*What is needed*
Scan the listing below. Copy each line that contains "REFUSALS".

*Data for processing*
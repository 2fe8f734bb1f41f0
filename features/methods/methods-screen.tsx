import { BASIS_SOURCES } from '@wedgeline/engine/bases'
import { FAMILIES } from '@wedgeline/engine/result'
import { router, useLocalSearchParams } from 'expo-router'
import { useEffect } from 'react'
import { StyleSheet, View } from 'react-native'
import { space } from '@/components/theme'
import { Button } from '@/components/ui/button'
import { Screen, Section } from '@/components/ui/screen'
import { Select } from '@/components/ui/select'
import { Empty, Failed, Waiting } from '@/components/ui/states'
import { Text } from '@/components/ui/text'
import { FactorsAndReadings, NotChecked } from './beside-formulas'
import type { Method, MethodFamily } from './method'
import { anchorOf, MethodEntry } from './method-entry'
import { narrowed, type MethodFilter } from './method-filter'
import { familyTitle, methodsByFamily, surenessCounts, surenessWords, SURENESS, type Sureness } from './method-words'
import { useMethods } from './use-methods'

const ALL = 'all'
const MAY: readonly MethodFamily[] = [...FAMILIES, 'schedule']

/** Every formula with its clause, how sure we are of it, and the test that shows it to be right. */
export function MethodsScreen() {
  const methods = useMethods()
  return (
    <Screen title="How it is checked" parents={[{ label: 'Jobs', href: '/' }]}>
      <Cautions />
      {methods.data ? (
        <Methods methods={methods.data} />
      ) : methods.error ? (
        <Failed
          what="The list of methods could not be fetched."
          advice="It comes with the program. Try again once the network is there; docs/methods.md holds the same list."
          onRetry={() => void methods.refetch()}
        />
      ) : (
        <Waiting what="the list of methods" />
      )}
      <NotChecked />
    </Screen>
  )
}

function Cautions() {
  return (
    <View style={styles.text}>
      <Text>
        Every number comes from one of these formulas. Each line of a calculation is made from the same data as this
        list. No code of practice was read in the original print: compare a clause with the standard before relying on
        it.
      </Text>
      <Text>Results assist a qualified engineer and do not replace one. Local codes and licensed practice govern.</Text>
    </View>
  )
}

function Methods({ methods }: { readonly methods: readonly Method[] }) {
  const filter = useFilter()
  const { method: asked = null } = useLocalSearchParams<{ method?: string }>()
  const shown = narrowed(methods, filter)
  useEffect(() => {
    if (asked === null || typeof document === 'undefined') return
    document.getElementById(anchorOf(asked))?.scrollIntoView({ block: 'center' })
  }, [asked])
  return (
    <>
      <Counts methods={methods} />
      <Filters filter={filter} />
      {shown.length === 0 ? (
        <Empty
          what="No formula is like that."
          firstStep="Widen the list."
          action={<Button label="Show all" onPress={() => narrow({ basis: ALL, family: ALL, sure: ALL })} />}
        />
      ) : null}
      {methodsByFamily(shown).map(({ family, list }) => (
        <Section key={family} title={familyTitle(family)}>
          <View role="list">
            {list.map((method) => (
              <MethodEntry key={method.id} method={method} isAsked={method.id === asked} />
            ))}
          </View>
        </Section>
      ))}
      <FactorsAndReadings basis={filter.basis} />
    </>
  )
}

function Counts({ methods }: { readonly methods: readonly Method[] }) {
  const clauses = methods.flatMap((method) => method.clauses)
  const counts = surenessCounts(clauses).map(({ words, count }) => `${count} ${words}`)
  return (
    <Text kind="strong" style={styles.text}>
      {`${methods.length} formulas on ${clauses.length} clauses: ${counts.join(', ')}.`}
    </Text>
  )
}

interface Asked {
  readonly basis?: string
  readonly family?: string
  readonly sure?: string
}

const narrow = (asked: Asked) => router.setParams({ ...asked, method: undefined })

/** What the address asks for; a word that is none asks for nothing. */
function useFilter(): MethodFilter {
  const { basis, family, sure } = useLocalSearchParams<{ basis?: string; family?: string; sure?: string }>()
  return {
    basis: BASIS_SOURCES.find(({ id }) => id === basis)?.id ?? null,
    family: MAY.find((one) => one === family) ?? null,
    sureness: SURENESS.find((one) => one === sure) ?? null,
  }
}

function Filters({ filter }: { readonly filter: MethodFilter }) {
  const everything = { value: ALL, label: 'all' } as const
  return (
    <View style={styles.filters} dataSet={{ print: 'no' }}>
      <View style={styles.filter}>
        <Select
          label="Basis"
          options={[everything, ...BASIS_SOURCES.map(({ id, title }) => ({ value: id, label: title }))]}
          value={filter.basis ?? ALL}
          onChange={(basis) => narrow({ basis })}
        />
      </View>
      <View style={styles.filter}>
        <Select<MethodFamily | typeof ALL>
          label="Family of checks"
          options={[everything, ...MAY.map((family) => ({ value: family, label: familyTitle(family) }))]}
          value={filter.family ?? ALL}
          onChange={(family) => narrow({ family })}
        />
      </View>
      <View style={styles.filter}>
        <Select<Sureness | typeof ALL>
          label="How sure"
          options={[everything, ...SURENESS.map((sure) => ({ value: sure, label: surenessWords(sure) }))]}
          value={filter.sureness ?? ALL}
          onChange={(sure) => narrow({ sure })}
        />
      </View>
    </View>
  )
}

const styles = StyleSheet.create({
  text: { maxWidth: 900, gap: space.xs },
  filters: { flexDirection: 'row', flexWrap: 'wrap', gap: space.l },
  filter: { width: 240, maxWidth: '100%' },
})
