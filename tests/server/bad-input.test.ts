import fc from 'fast-check'
import { beforeAll, describe, expect, test } from 'vitest'
import { badInputs } from './bad-input'
import { PROCEDURES, openPopulated, type Populated } from './populated'
import { get, post } from './server'

/** 100 of each in every run of the tests; `npm run soak` sets 2,000. */
const RUNS = Number(process.env.BAD_INPUTS ?? 100)
const WIRE_RUNS = Math.ceil(RUNS / 20)
const SEED = 20_260_105
const REFUSALS = ['BAD_REQUEST', 'UNAUTHORIZED', 'FORBIDDEN', 'NOT_FOUND', 'CONFLICT', 'TOO_MANY_REQUESTS']

let populated: Populated
beforeAll(async () => {
  populated = await openPopulated()
})

const reasonOf = (reason: unknown) => reason as { code: string; cause?: unknown }

describe.each(Object.keys(PROCEDURES))('%s', (path) => {
  test(
    'takes or refuses whatever comes, and never breaks',
    async () => {
      const property = fc.asyncProperty(badInputs(populated.inputs[path]), async (input) => {
        const failure = await populated.tried(() =>
          populated.call('everything', path, input).then(() => null, reasonOf),
        )
        if (failure && !REFUSALS.includes(failure.code)) throw new Error(failure.code, { cause: failure.cause })
      })
      await fc.assert(property, { numRuns: RUNS, seed: SEED })
    },
    RUNS * 400,
  )

  test(
    'answers whatever comes over the wire with 200 or 4xx and without a stack',
    async () => {
      const { server, people } = populated
      const cookie = await server.cookieOf(people.everything)
      // Addresses have an end: 16 kB of headers are what Node.js reads.
      const ask = (body: string) =>
        PROCEDURES[path]?._def.type === 'query'
          ? get(server, `/trpc/${path}?input=${encodeURIComponent(body).slice(0, 4000)}`, { cookie })
          : post(server, path, { cookie }).send(body)
      const json = badInputs(populated.inputs[path]).map(toJson)
      const property = fc.asyncProperty(json, async (body) => {
        const { status, text } = await populated.tried(async () => ask(body))
        expect(status === 200 || (status >= 400 && status < 500)).toBe(true)
        expect(text).not.toMatch(/\bat .*\.(ts|js):\d+|node_modules/)
      })
      await fc.assert(property, { numRuns: WIRE_RUNS, seed: SEED })
    },
    RUNS * 400,
  )
})

/** As text that a client could send; what JSON has no word for becomes a word that JSON does not know. */
function toJson(value: unknown): string {
  try {
    return (
      JSON.stringify(value, (_key, inner: unknown): unknown => (typeof inner === 'bigint' ? String(inner) : inner)) ??
      'NaN'
    )
  } catch {
    return '{'
  }
}
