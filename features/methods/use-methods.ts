import { useQuery } from '@tanstack/react-query'

/** The list of methods: a chunk of its own, so that the screens of a job do not wait for it. */
export function useMethods() {
  return useQuery({
    queryKey: ['methods'],
    queryFn: () => import('./method-table').then(({ METHODS }) => METHODS),
    networkMode: 'always',
    staleTime: Infinity,
    retry: false,
  })
}
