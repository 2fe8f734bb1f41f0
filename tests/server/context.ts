import { eq } from 'drizzle-orm'
import { person } from '@/db/schema'
import type { Context } from '@/server/trpc/context'
import { createHash } from 'node:crypto'
import { serverLog } from '@/server/log'
import { engineHere } from './check-here'
import type { TestServer } from './server'

const { id, name, email } = person
const personOf = (db: TestServer['db'], personId: string) =>
  db.select({ id, name, email }).from(person).where(eq(id, personId)).get() ?? null

/** What a procedure is called with by this person, without HTTP round it; null for nobody. */
export const contextFor = ({ db }: Pick<TestServer, 'db'>, personId: string | null): Context => ({
  db,
  person: personId === null ? null : personOf(db, personId),
  files: {
    save: (_companyId, bytes) =>
      Promise.resolve({ sha256: createHash('sha256').update(bytes).digest('hex'), sizeBytes: bytes.byteLength }),
    open: () => Promise.reject(new Error('There is no such file.')),
  },
  mail: { send: () => Promise.resolve() },
  log: serverLog({ level: 'silent' }),
  ...engineHere,
  now: () => Date.now(),
  appUrl: 'http://localhost:4180',
  address: '192.0.2.1',
  session: { start: () => Promise.resolve(), end: () => Promise.resolve() },
})
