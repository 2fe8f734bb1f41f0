import {
  BAR_STANDARDS,
  basisOf,
  checkPour,
  closeAnchors,
  closeBelow,
  cutLength,
  layoutIndex,
  type BarStandard,
  type Basis,
  type Dimensions,
  type Layout,
  type Step,
} from '@wedgeline/engine'
import { tendonForces } from '../../packages/engine/src/tendon/profile'
import type { SeenStep } from './collect'
import { innerSeen } from './inner-steps'

/** Every step that the engine makes of these layouts, and every length of the bar schedule's shapes. */
export function* seenSteps(layouts: readonly Layout[]): Generator<SeenStep> {
  for (const layout of layouts) {
    yield* stepsOfChecks(layout)
    yield* stepsBeside(layout)
    yield* innerSeen(layout)
  }
  for (const standard of BAR_STANDARDS) yield* stepsOfShapes(standard)
}

function* stepsOfChecks(layout: Layout): Generator<SeenStep> {
  const { basis } = layout.job
  for (const { id: pourId } of layout.pours) {
    const checks = checkPour(layout, { pourId, withSteps: true }).zones.flatMap((zone) => zone.checks)
    for (const check of checks) {
      if (check.kind !== 'compared') continue
      for (const step of check.steps) yield { family: check.family, basis, step }
    }
  }
}

/** Steps on which results rest without printing them: groups of close anchors, elongations, stresses in fine cracks. */
function* stepsBeside(layout: Layout): Generator<SeenStep> {
  const index = layoutIndex(layout)
  const { basis } = layout.job
  for (const { id } of layout.edges) {
    for (const { plane, steps } of closeAnchors(index, id)) {
      const family = plane === 'plan' ? 'bursting-plan' : 'bursting-thickness'
      for (const step of steps) yield { family, basis, step }
    }
  }
  yield { family: 'bursting-plan', basis, step: closeBelow({ plate: 220, toOuterBefore: 900, toOuterAfter: 900 }) }
  for (const { id } of layout.tendons) {
    const forces = tendonForces(index, id, 'nominal')
    if ('steps' in forces) yield { family: 'tendon', basis, step: forces.steps.elongation }
  }
  for (const step of crackSteps(basisOf(layout.job))) yield { family: 'edge-wedge', basis, step }
}

/** Fine cracks, and bars smaller and larger than those of the table. */
const CRACKS = [
  { crackWidth: 0.1, diameter: 12, thickness: 220 },
  { crackWidth: 0.3, diameter: 6, thickness: 800 },
  { crackWidth: 0.3, diameter: 40, thickness: 150 },
]

const crackSteps = ({ crackChoices }: Basis): readonly Step[] =>
  crackChoices.flatMap((choice) =>
    CRACKS.flatMap((one) => choice.steel({ ...one, cover: 30, fck: 32, tensile: null, compression: 0 })?.steps ?? []),
  )

/** A helix of small and of large pitch; links with the shortest hooks and with hooks that are given. */
const BENT: readonly Dimensions[] = [
  { A: 600, B: 300, C: 200, D: 150, E: 150, R: 100 },
  { A: 600, B: 50, C: 10, D: 10, E: 150, R: 100 },
]

function* stepsOfShapes(standard: BarStandard): Generator<SeenStep> {
  for (const { code, title, needs, also } of standard.shapes) {
    const names = [needs, [...needs, ...also]]
    for (const dimensions of names.flatMap((given) => BENT.map((bent) => only(bent, given)))) {
      const typedLength = code === '99' ? 1200 : null
      for (const step of cutLength({ code, diameter: 10, dimensions, typedLength, flatTurns: 0 }, standard)?.steps ??
        []) {
        const meaning = step.symbol === 'L' ? `Cut length of shape ${code}, ${title}` : step.meaning
        yield { family: 'schedule', basis: null, step: { ...step, meaning } }
      }
    }
  }
}

const only = (dimensions: Dimensions, names: readonly (keyof Dimensions)[]): Dimensions =>
  Object.fromEntries(Object.entries(dimensions).filter(([name]) => names.includes(name as keyof Dimensions)))
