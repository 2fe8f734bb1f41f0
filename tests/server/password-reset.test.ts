import { beforeEach, describe, expect, test, vi } from 'vitest'
import { audit } from '@/db/schema/record'
import { verificationToken } from '@/db/schema/session'
import { PASSWORD, addPerson, get, openTestServer, post, query, signIn, type TestServer } from './server'

const MINUTE_MS = 60_000
const EMAIL = 'ada@north.example'
const NEW_PASSWORD = 'seven quiet lanterns'

let server: TestServer
let personId: string
let nowMs: number
beforeEach(() => {
  nowMs = Date.now()
  server = openTestServer({ now: () => nowMs })
  personId = addPerson(server, { email: EMAIL, roles: ['detailer'] })
})

const ask = (email = EMAIL) => post(server, 'session.askReset').send({ email })
const reset = (token: string, password = NEW_PASSWORD) =>
  post(server, 'session.resetPassword').send({ token, password })

/** The token of the link that is mailed next. */
async function askedToken(): Promise<string> {
  const count = server.mails.length
  await ask().expect(200)
  await vi.waitFor(() => expect(server.mails).toHaveLength(count + 1))
  return /\/reset\/([\w-]+)/.exec(server.mails.at(-1)?.text ?? '')?.[1] ?? ''
}

/** What is done after an answer has been given. */
const afterwards = () => new Promise((resolve) => setTimeout(resolve, 20))

describe('a link to a new password', () => {
  test('goes by mail to the address of the account; the table and the log do not hold it', async () => {
    const token = await askedToken()
    expect(token).toMatch(/^[\w-]{43}$/) // 32 bytes in base64url
    expect(server.mails[0]?.to).toBe(EMAIL)
    expect(server.mails[0]?.text).toContain(`http://localhost:4180/reset/${token}`)
    await get(server, `/reset/${token}`).set('Accept', 'text/html')
    expect(JSON.stringify(server.db.select().from(verificationToken).all())).not.toContain(token)
    expect(server.log()).not.toContain(token)
    expect(server.log()).toContain('/reset/[token]')
  })

  test('an unknown address gets the same answer and no mail', async () => {
    const known = await ask().expect(200)
    const unknown = await ask('nobody@north.example').expect(200)
    expect(unknown.body).toEqual(known.body)
    await vi.waitFor(() => expect(server.mails).toHaveLength(1))
    await afterwards()
    expect(server.mails).toHaveLength(1)
    expect(server.db.select().from(verificationToken).all()).toHaveLength(1)
  })

  test('takes a new password, once, and the old one no longer does', async () => {
    const token = await askedToken()
    await reset(token).expect(200)
    await signIn(server, EMAIL).expect(400)
    await signIn(server, EMAIL, NEW_PASSWORD).expect(200)
    const again = await reset(token, 'another new password').expect(404)
    expect(again.body.error.message).toContain('Ask for a new one')
    await signIn(server, EMAIL, NEW_PASSWORD).expect(200)
  })

  test('works once when two use it at the same time', async () => {
    const token = await askedToken()
    const answers = await Promise.all([reset(token), reset(token, 'another new password')])
    expect(answers.map(({ status }) => status).sort()).toEqual([200, 404])
  })

  test('ends every session of the person, of nobody else, and closes their other links', async () => {
    const [first, second] = [await askedToken(), await askedToken()]
    const own = await server.cookieOf(personId)
    const other = await server.cookieOf(server.company.personId('admin'))
    await reset(first).expect(200)
    const me = async (cookie: string) =>
      (await get(server, query('session.me'), { cookie })).body.result.data as unknown
    expect(await me(own)).toBeNull()
    expect(await me(other)).not.toBeNull()
    await reset(second).expect(404)
  })

  test('is open for an hour: there at 60 minutes less a millisecond, gone at 60', async () => {
    const [one, two] = [await askedToken(), await askedToken()]
    nowMs += 60 * MINUTE_MS - 1
    await reset(one).expect(200)
    nowMs += 1
    await reset(two).expect(404)
    const third = await askedToken()
    nowMs += 60 * MINUTE_MS
    await reset(third).expect(404)
  })

  test('an obvious password is refused and the link stays open', async () => {
    const token = await askedToken()
    const { body } = await reset(token, 'password123').expect(400)
    expect(body.error.data.problem.field).toBe('password')
    await reset(token, 'short').expect(400)
    await reset(token).expect(200)
  })

  test('a made-up one opens nothing, and neither does the token of an invitation', async () => {
    const admin = await server.cookieOf(server.company.personId('admin'))
    const invited = { companyId: 'north', email: 'new@north.example', name: 'New', roles: ['drafter'] }
    const { body } = await post(server, 'invitation.create', { cookie: admin }).send(invited).expect(200)
    await reset(String(body.result.data.link).split('/').at(-1) ?? '').expect(404)
    await reset('a'.repeat(43)).expect(404)
    await signIn(server, EMAIL, PASSWORD).expect(200)
  })

  test('is recorded where the person is at work, without the password or the token', async () => {
    const token = await askedToken()
    await reset(token).expect(200)
    const rows = server.db.select().from(audit).all()
    expect(rows.map(({ what, companyId, personId: by }) => [what, companyId, by])).toEqual([
      ['session.resetPassword', 'north', personId],
    ])
    expect(JSON.stringify(rows)).not.toMatch(new RegExp(`${token}|${NEW_PASSWORD}`))
  })
})

describe('asking again and again', () => {
  test('three are free, the fourth waits a second, known and unknown addresses alike', async () => {
    for (const email of [EMAIL, 'nobody@north.example']) {
      for (let count = 0; count < 3; count++) await ask(email).expect(200)
      const { body } = await ask(email).expect(429)
      expect(body.error.data.retryAfterS).toBe(1)
    }
  })

  test('mails no more than three links an hour to anybody', async () => {
    for (let count = 0; count < 3; count++) await askedToken()
    nowMs += 2000
    await ask().expect(200)
    await afterwards()
    expect(server.mails).toHaveLength(3)
    nowMs += 61 * MINUTE_MS
    await askedToken()
    expect(server.mails).toHaveLength(4)
  })

  test('says nothing to whoever asks when the mail cannot be sent, and logs it', async () => {
    server.mails.push = () => {
      throw new Error('no mail today')
    }
    await ask().expect(200)
    await vi.waitFor(() => expect(server.log()).toContain('mail failed'))
  })
})
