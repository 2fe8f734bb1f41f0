import { TRPCError } from '@trpc/server'
import { readLayout, type LayoutFile } from '@wedgeline/contract'
import { Failure } from '@/server/failure'
import { afterAll, beforeAll, describe, expect, test } from 'vitest'
import { loadLayout } from '@/server/stores/layout'
import { demoWith, placeOf } from '../contract/layout-edits'
import { CONTRADICTIONS, WRONG_FIELDS } from '../contract/malformed-tables'
import { openTestCompany, type TestCompany } from './company'

let company: TestCompany
beforeAll(() => {
  company = openTestCompany()
})
afterAll(() => company.db.$client.close())

/** Rows of every table, so that half a layout left behind anywhere shows. */
function rowCounts(): Record<string, unknown> {
  const sql = company.db.$client
  const tables = sql.prepare("select name from sqlite_master where type = 'table'").pluck().all() as string[]
  return Object.fromEntries(tables.map((name) => [name, sql.prepare(`select count(*) from "${name}"`).pluck().get()]))
}

const importIt = (layout: unknown) => company.as('detailer').job.importLayout({ companyId: company.id, layout })

async function refusalOf(layout: unknown): Promise<TRPCError> {
  const error: unknown = await importIt(layout).catch((reason: unknown) => reason)
  if (!(error instanceof TRPCError)) throw new Error(`not refused: ${JSON.stringify(error)}`)
  return error
}

describe('a malformed layout is refused whole', () => {
  test.each([...WRONG_FIELDS, ...CONTRADICTIONS])('$what', async ({ path, value }) => {
    const layout = demoWith(path, value)
    const before = rowCounts()
    const error = await refusalOf(layout)
    expect(error.code).toBe('BAD_REQUEST')
    expect(rowCounts()).toEqual(before)
  })

  test('with every field and message that the command line prints', async () => {
    for (const { path, value, field } of [...WRONG_FIELDS, ...CONTRADICTIONS].filter((_, i) => i % 4 === 0)) {
      const layout = demoWith(path, value)
      const refusal = await refusalOf(layout)
      const problems = refusal.cause instanceof Failure ? refusal.cause.details.problems : undefined
      const printed = readLayout(layout).problems.filter(({ severity }) => severity === 'refused')
      expect(problems).toEqual(printed.map((problem) => ({ field: problem.field, message: problem.message })))
      expect(problems?.map((problem) => problem.field)).toContain(field)
      expect(refusal.message).toContain(`${printed[0]?.field}: ${printed[0]?.message}`)
    }
  })

  test.each([undefined, null, 'text', 7, [], {}])('%j is no layout', async (layout) => {
    expect((await refusalOf(layout)).code).toBe('BAD_REQUEST')
  })
})

test('an anchor typed off its edge is stored as typed', async () => {
  const { jobId } = await importIt(demoWith('anchors.0.chainageMm', 19_300))
  const stored: LayoutFile = loadLayout(company.db, { companyId: company.id, jobId })
  const tendon = stored.tendons.find(({ mark }) => mark === 'L1P1-N01')
  const chainages = stored.anchors.filter(({ tendonId }) => tendonId === tendon?.id).map(({ chainageMm }) => chainageMm)
  // Its other end stays at 900 on E4.
  expect(chainages.sort((a, b) => a - b)).toEqual([900, 19_300])
  expect(placeOf('anchors', 'L1P1-N01S')).toBe(0)
})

*Result of this exercise*
const REFUSALS = ['BAD_REQUEST', 'UNAUTHORIZED', 'FORBIDDEN', 'NOT_FOUND', 'CONFLICT', 'TOO_MANY_REQUESTS']
        if (failure && !REFUSALS.includes(failure.code)) throw new Error(failure.code, { cause: failure.cause })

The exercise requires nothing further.